Potentiating Novel Engineered Cellular Therapies for Solid Tumors
Marcela V. Maus, MD, PhD
In preliminary data from the first-in-human clinical trial of CART-EGFRvIII in patients with recurrent GBM expressing EGFRvIII, Dr. Maus’ group found that infusion of CART-EGFRvIII cells is safe, without evidence of off-tumor toxicity such as cross-reactivity to wild type EGFR. Although they observed trafficking of CAR T cells into the brain tumor, and loss of EGFRvIII expression, they noted that residual tumor retained high levels of expression of EGFR (wild-type and other non-EGFRvIII mutations), and that there was a large influx of new T cell immigrants which were not CAR T cells, and could in fact be part of the immunosuppressive microenvironment observed in GBM. Thus, Dr. Maus has set out to design next-generation CAR T cells to address these two findings. They have been designing and testing CART-EGFRvIII cells that include a second transgene that enables them to target wild-type EGFR in situ, or to reverse the inhibitory tumor microenvironment.

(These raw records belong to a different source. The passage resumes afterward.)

def derivative_at_zero(rho, order, scale):
    """(-1)^(order/2) times the derivative from the right, by Richardson extrapolation at 120 digits."""
    with mp.workdps(160):
        step = mp.mpf(scale) * mp.mpf("1e-16")
        points = 12
        # The coefficient of tau^order of the polynomial through points near 0.
        matrix = mp.matrix(points, points)
        right = mp.matrix(points, 1)
        for i in range(points):
            for j in range(points):
                matrix[i, j] = mp.mpf(i) ** j
            right[i] = rho(step * i)
        coefficient = mp.lu_solve(matrix, right)[order]
        return (-1) ** (order // 2) * coefficient / step**order * mp.factorial(order)


def first_moment(rho, scale, w):
    """(2/pi) times the integral of (1 - rho)/tau^2."""
    scale = mp.mpf(scale)
    with mp.workdps(40):
        step = min(scale, 3 / mp.mpf(w))
        points = [0, step / 100, step / 10] + [step * k for k in range(1, 60)]
        head = mp.quad(lambda t: (1 - rho(t)) / t**2 if t > scale * mp.mpf("1e-18") else mp.mpf(0), points)
        rest = mp.quad(lambda t: rho(t) / t**2, [points[-1] * mp.mpf(2) ** k for k in range(60)])
        return 2 / mp.pi * (head + 1 / points[-1] - rest)


def tables(program, rng):
    even = Family("tabulated kernels: lambda_0, lambda_2", 1e-10)
    first = Family("tabulated kernels: lambda_1", 1e-7)
    values = Family("tabulated kernels: correlation at a lag", 1e-12)
    for _ in range(30):
        scale = math.exp(rng.uniform(-3, 5))
        rows = rng.randint(12, 40)
        lags = np.concatenate([[0.0], np.cumsum([scale * rng.uniform(0.1, 0.4) for _ in range(rows)])])
        lags *= max(1.0, 6 * scale / lags[-1])
        correlations = np.exp(-0.5 * (lags / scale) ** 2) * np.cos(0.7 * lags / scale)
        (program.folder / "table.csv").write_text(
            "lag [s],correlation\n" + "\n".join(f"{float(a)!r},{float(b)!r}" for a, b in zip(lags, correlations)) + "\n"
        )
        beyond = rng.choice(["zero", "hold"])
        lag = rng.uniform(0, float(lags[-1]))
        model = (
            f'process x = gaussian(standard_deviation: 1, correlation: tabulated("table.csv", beyond: {beyond}))\n'
            f"margin plus = x + delay(x, by: {number(lag)} s)\nmargin minus = x - delay(x, by: {number(lag)} s)"
        )
        found = program.named(model)
        spline = CubicSpline(lags, correlations, bc_type=((1, 0.0), (2, 0.0)))
        plus, minus = (found[side]["standard_deviation"] for side in ("plus", "minus"))
        place = f"{model}\n{lags} {correlations}"
        values.absolute((plus * plus - minus * minus) / 4, float(spline(lag)), place)
        reported = moments_of(found["x"])
        even.relative(reported[0], mp.mpf(1), place)
        even.relative(reported[2], mp.mpf(-float(spline(0.0, 2))), place)
        # (2/pi) integral of (1 - rho)/tau^2, each cubic piece in closed form by mpmath.
        total = mp.mpf(0)
        for k in range(rows):
            d, c, b, a = (mp.mpf(float(v)) for v in spline.c[:, k])
            start, end = mp.mpf(lags[k]), mp.mpf(lags[k + 1])
            if k == 0:
                total += -c * end - d * end**2 / 2
            else:
                total += mp.quad(lambda t: (1 - (a + (t - start) * (b + (t - start) * (c + (t - start) * d)))) / t**2,
                                 [start, end])
        plateau = mp.mpf(float(correlations[-1])) if beyond == "hold" else mp.mpf(0)
        exact = 2 / mp.pi * (total + (1 - plateau) / mp.mpf(lags[-1]))
        first.relative(reported[1], exact, place)


# ------------------------------------------------------------------------------------ responses by SciPy's quadrature


def random_kernel(rng):
    """A kernel as text, its one-sided density over omega, the power with which that falls, and frequencies of its shape."""
    kind = rng.choice(["se", "exponential", "matern", "matern", "cosine", "oscillator"])
    length = math.exp(rng.uniform(-1.5, 1.5))
    if kind == "se":
        density = lambda w: math.sqrt(2 / math.pi) * length * np.exp(-0.5 * (w * length) ** 2)
        return f"squared_exponential(length: {number(length)} s)", density, math.inf, [1 / length, 8 / length]
    if kind in ("exponential", "matern"):
        nu = 0.5 if kind == "exponential" else rng.choice([1.5, 2.5, rng.randint(0, 3) + rng.choice([0.7, 0.8, 0.85])])
        a = math.sqrt(2 * nu) / length if kind == "matern" else 1 / length
        factor = 2 / math.sqrt(math.pi) * math.gamma(nu + 0.5) / math.gamma(nu)
        density = lambda w: factor / a * (1 + (w / a) ** 2) ** -(nu + 0.5)
        text = f"matern(smoothness: {number(nu)}, length: {number(length)} s)" if kind == "matern" else f"exponential(length: {number(length)} s)"
        return text, density, 2 * nu + 1, [a, 8 * a]
    w0 = math.exp(rng.uniform(-1, 2))
    if kind == "cosine":
        a = 1 / length
        density = lambda w: a / math.pi * (1 / (a * a + (w - w0) ** 2) + 1 / (a * a + (w + w0) ** 2))
        text = f"damped_cosine(length: {number(length)} s, frequency: {number(w0)} rad/s)"
        return text, density, 2, graded(w0, a)
    z = math.exp(rng.uniform(-6, -0.3))
    density = lambda w: 4 * z * w0**3 / math.pi / ((w0**2 - w**2) ** 2 + (2 * z * w0 * w) ** 2)
    return f"oscillator(frequency: {number(w0)} rad/s, damping: {number(z)})", density, 4, graded(w0, z * w0)


def graded(peak, width):
    return [x for k in range(7) for x in (peak - width * 4**k, peak + width * 4**k) if x > 0] + [peak, 4 * peak]


class Response:
    """A random chain of operations as text, its transfer function, and the same by instants: averages taken apart."""

    def __init__(self, rng, exponent):
        self.text, self.exponent, self.frequencies = "x", exponent, []
        self.plain, self.instants = [], {0.0: 1.0}
        self.power, self.averages = 0, []
        for _ in range(rng.randint(1, 4)):
            self.operate(rng, rng.choice(["oscillator", "oscillator", "first", "average", "delay", "derivative"]))

    def operate(self, rng, kind):
        if kind == "oscillator":
            w0, z = math.exp(rng.uniform(-1, 2)), math.exp(rng.uniform(-6.9, 0.4))
            system = f"oscillator(frequency: {number(w0)} rad/s, damping: {number(z)}, gain: 1)"
            self.plain.append(lambda w: w0**2 / (w0**2 - w**2 + 2j * z * w0 * w))
            self.frequencies += graded(w0, z * w0)
            self.text, self.exponent = f"respond({self.text}, through: {system})", self.exponent + 4
        elif kind == "first":
            time = math.exp(rng.uniform(-2, 2))
            self.plain.append(lambda w: 1 / (1 + 1j * w * time))
            self.frequencies += [1 / time, 8 / time]
            self.text, self.exponent = f"respond({self.text}, through: first_order(time_constant: {number(time)} s))", self.exponent + 2
        elif kind == "average" and len(self.averages) < 2:
            over = math.exp(rng.uniform(-1.5, 1.5))
            self.averages.append(over)
            self.frequencies += [1 / over, 8 / over]
            self.text, self.exponent = f"average({self.text}, over: {number(over)} s)", self.exponent + 2
        elif kind == "delay":
            by = rng.uniform(-2, 2)
            self.instants = {at + by: weight for at, weight in self.instants.items()}
            self.text = f"delay({self.text}, by: {number(by)} s)"
        elif kind == "derivative" and self.exponent > 3 and self.power < 3:
            self.power += 1
            self.text, self.exponent = f"derivative({self.text})", self.exponent - 2

    def rational(self, w):
        value = (1j * w) ** self.power
        for system in self.plain:
            value = value * system(w)
        return value

    def whole(self, w):
        value = self.rational(w)
        for over in self.averages:
            value = value * np.exp(-0.5j * w * over) * np.sinc(w * over / (2 * math.pi))
        return value * sum(weight * np.exp(-1j * w * at) for at, weight in self.instants.items())

    def by_instant(self, w):
        """What comes at each instant, without the wave exp(-i w t) that its lateness makes."""
        value, instants = self.rational(w), dict(self.instants)
        for over in self.averages:
            value = value / (1j * w * over)
            split = {}
            for at, weight in instants.items():
                split[at] = split.get(at, 0) + weight
                split[at + over] = split.get(at + over, 0) - weight
            instants = split
        return {round(at, 12): weight * value for at, weight in instants.items()}


def integral(function, breakpoints):
    """SciPy's Gauss-Legendre rule of 24 points on every panel."""
    nodes, weights = roots_legendre(24)
    breakpoints = np.asarray(breakpoints)
    half = 0.5 * np.diff(breakpoints)
    middle = breakpoints[:-1] + half
    values = function((middle[:, None] + half[:, None] * nodes).ravel())
    return values.reshape(values.shape[:-1] + (len(half), len(nodes))) @ weights @ half


def panels(frequencies, start, end, widest):
    steps = [w for w in frequencies if start < w < end]
    steps += list(np.geomspace(max(start, 1e-4 * end), end, 60))
    steps = [start] + sorted(set(steps))
    cut = [np.linspace(a, b, max(2, math.ceil((b - a) / widest) + 1))[:-1] for a, b in zip(steps, steps[1:])]
    return np.concatenate(cut + [[end]])


def systems(program, rng):
    families = [Family(f"responses: lambda_{n}", 1e-7) for n in (0, 1, 2, 4)]
    for batch in range(25):
        lines, cases = [], []
        for case in range(12):
            text, density, exponent, frequencies = random_kernel(rng)
            parts = [(1.0, Response(rng, exponent))]
            parts += [(rng.uniform(-2, 2), Response(rng, exponent)) for _ in range(rng.randint(0, 2))]
            unit = lambda part: f" s^{part.power}" if part.power else ""
            margin = " + ".join(f"({number(c)}{unit(part)}) * {part.text}" for c, part in parts).replace("(x", f"(x{case}")
            margin = margin.replace("* x", f"* x{case}")
            lines.append(f"process x{case} = gaussian(standard_deviation: 1, correlation: {text})\nmargin m{case} = {margin}")
            cases.append((density, min(part.exponent for _, part in parts), frequencies, parts, lines[-1]))
        found = program.named("\n".join(lines))
        for case, (density, exponent, frequencies, parts, place) in enumerate(cases):
            reported = moments_of(found[f"m{case}"])
            frequencies = frequencies + [w for _, part in parts for w in part.frequencies]
            for family, value, exact in zip(families, reported, exact_moments(density, exponent, frequencies, parts)):
                family.relative(value, mp.mpf(exact), f"{value} not {exact} in\n{place}")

Dr. Maus is board-certified in Internal Medicine, Medical Oncology and in Hematology, with particular clinical training in melanoma, myeloma, and bone marrow transplant. She is the Director of Cellular Immunotherapy at the Massachusetts General Hospital Cancer Center and an Attending Physician in the Bone Marrow Transplant and Cell Therapy division of Oncology at the Massachusetts General Hospital. She is an Assistant Professor at Harvard Medical School, an Associate Member of the Broad Institute of Harvard and MIT, and an Associate Member of the Ragon Institute of MGH, MIT, and Harvard.
Dr. Maus co-chairs 2nd NCI Workshop on cell-based immunotherapy for solid tumors.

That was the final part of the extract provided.